> **Prompt**: Below are the records. Gather each line that holds "terrain".

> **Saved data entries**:
--- START ---

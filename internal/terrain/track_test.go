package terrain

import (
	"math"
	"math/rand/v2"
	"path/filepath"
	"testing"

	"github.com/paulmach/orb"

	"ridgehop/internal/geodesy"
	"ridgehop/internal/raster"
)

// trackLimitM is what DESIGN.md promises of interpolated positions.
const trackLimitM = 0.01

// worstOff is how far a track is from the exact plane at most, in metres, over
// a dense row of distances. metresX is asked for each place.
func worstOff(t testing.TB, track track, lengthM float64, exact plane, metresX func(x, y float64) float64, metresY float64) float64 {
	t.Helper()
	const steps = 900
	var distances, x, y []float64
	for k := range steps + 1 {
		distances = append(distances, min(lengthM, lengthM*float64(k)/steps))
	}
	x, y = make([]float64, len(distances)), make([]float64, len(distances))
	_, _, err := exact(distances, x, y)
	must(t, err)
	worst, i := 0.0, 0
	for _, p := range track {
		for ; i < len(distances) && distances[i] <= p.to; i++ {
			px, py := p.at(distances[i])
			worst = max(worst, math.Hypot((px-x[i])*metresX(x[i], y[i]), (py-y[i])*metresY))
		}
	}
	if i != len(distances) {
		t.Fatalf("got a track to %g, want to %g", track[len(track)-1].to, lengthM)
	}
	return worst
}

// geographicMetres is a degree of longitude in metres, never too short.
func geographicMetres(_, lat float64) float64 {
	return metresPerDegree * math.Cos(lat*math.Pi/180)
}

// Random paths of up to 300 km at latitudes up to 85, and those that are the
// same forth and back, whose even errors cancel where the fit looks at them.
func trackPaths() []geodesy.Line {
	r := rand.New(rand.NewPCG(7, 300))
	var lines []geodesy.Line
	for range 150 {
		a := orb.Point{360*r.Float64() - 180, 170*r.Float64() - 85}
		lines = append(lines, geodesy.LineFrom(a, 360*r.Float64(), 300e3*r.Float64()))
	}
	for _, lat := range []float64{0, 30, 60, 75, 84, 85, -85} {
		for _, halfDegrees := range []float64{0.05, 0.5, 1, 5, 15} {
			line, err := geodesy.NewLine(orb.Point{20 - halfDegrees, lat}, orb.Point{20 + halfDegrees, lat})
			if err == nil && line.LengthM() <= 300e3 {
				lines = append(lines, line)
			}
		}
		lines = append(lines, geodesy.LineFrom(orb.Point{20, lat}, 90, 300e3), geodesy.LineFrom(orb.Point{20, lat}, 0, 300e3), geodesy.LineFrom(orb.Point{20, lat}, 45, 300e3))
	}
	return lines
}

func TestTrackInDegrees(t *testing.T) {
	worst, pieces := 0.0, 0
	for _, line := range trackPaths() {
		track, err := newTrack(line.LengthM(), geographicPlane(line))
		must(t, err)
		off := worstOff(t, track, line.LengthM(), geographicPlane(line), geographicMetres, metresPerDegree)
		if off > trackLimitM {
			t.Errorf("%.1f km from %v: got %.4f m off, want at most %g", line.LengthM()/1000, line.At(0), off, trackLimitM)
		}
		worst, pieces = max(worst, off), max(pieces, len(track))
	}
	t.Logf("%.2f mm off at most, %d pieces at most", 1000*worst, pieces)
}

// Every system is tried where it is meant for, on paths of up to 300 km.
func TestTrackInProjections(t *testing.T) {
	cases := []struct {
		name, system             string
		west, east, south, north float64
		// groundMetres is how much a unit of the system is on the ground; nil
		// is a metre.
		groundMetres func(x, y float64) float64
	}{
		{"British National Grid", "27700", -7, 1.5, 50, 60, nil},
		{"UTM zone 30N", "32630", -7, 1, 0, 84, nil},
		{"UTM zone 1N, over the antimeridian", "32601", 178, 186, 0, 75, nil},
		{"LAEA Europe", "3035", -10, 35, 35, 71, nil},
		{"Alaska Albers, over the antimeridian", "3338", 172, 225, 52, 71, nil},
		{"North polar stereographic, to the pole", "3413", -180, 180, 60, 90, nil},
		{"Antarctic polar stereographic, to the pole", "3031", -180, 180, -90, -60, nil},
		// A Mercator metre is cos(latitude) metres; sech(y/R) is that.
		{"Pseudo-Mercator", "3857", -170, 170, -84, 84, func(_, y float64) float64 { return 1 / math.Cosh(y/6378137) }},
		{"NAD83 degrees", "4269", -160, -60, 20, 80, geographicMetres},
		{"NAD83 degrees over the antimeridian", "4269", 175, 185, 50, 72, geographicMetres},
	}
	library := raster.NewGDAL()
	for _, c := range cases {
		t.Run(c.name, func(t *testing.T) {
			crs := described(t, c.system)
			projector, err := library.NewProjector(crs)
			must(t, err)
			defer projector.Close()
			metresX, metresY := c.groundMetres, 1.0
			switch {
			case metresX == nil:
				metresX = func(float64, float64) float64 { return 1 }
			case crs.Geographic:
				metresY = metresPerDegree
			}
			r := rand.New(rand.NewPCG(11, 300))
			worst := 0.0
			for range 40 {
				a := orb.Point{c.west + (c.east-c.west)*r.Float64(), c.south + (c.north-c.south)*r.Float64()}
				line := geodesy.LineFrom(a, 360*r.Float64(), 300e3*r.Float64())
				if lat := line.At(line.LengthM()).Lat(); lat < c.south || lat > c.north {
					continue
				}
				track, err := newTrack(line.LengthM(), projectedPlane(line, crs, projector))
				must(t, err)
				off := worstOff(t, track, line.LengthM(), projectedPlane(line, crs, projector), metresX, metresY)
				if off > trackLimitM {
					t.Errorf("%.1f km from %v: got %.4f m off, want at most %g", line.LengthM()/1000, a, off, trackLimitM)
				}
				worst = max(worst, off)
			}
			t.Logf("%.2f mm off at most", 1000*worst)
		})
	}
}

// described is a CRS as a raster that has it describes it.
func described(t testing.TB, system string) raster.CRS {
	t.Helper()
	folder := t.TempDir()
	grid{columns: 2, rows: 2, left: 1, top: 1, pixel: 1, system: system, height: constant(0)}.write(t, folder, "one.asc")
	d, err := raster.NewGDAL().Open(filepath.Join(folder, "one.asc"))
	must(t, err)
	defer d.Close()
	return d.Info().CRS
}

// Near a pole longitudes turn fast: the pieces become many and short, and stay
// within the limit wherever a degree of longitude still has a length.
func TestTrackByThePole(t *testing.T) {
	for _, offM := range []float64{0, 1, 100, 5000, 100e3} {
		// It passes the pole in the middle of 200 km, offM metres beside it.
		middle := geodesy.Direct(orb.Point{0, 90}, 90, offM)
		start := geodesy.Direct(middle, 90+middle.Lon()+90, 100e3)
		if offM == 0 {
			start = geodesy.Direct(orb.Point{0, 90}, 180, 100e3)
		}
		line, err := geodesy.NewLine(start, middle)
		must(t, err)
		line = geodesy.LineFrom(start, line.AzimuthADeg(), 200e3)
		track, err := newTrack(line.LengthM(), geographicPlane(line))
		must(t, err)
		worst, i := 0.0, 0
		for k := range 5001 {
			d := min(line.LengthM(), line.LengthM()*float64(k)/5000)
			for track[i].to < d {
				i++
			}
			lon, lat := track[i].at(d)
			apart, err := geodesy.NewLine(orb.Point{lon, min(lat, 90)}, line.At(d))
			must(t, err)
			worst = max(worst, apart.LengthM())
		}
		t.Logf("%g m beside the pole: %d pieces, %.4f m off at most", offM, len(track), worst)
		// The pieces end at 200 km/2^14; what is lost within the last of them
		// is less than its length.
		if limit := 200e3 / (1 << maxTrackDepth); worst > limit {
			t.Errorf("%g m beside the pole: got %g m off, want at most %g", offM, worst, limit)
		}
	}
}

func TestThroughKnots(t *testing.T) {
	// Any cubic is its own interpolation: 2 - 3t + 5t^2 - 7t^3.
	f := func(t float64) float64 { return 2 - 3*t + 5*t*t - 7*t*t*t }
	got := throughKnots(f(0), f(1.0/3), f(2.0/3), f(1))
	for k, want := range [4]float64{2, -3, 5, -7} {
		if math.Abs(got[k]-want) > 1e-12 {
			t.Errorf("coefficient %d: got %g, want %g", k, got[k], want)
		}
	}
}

--- END ---

> **Written solution**:
filename internal/terrain/track_test.go
package terrain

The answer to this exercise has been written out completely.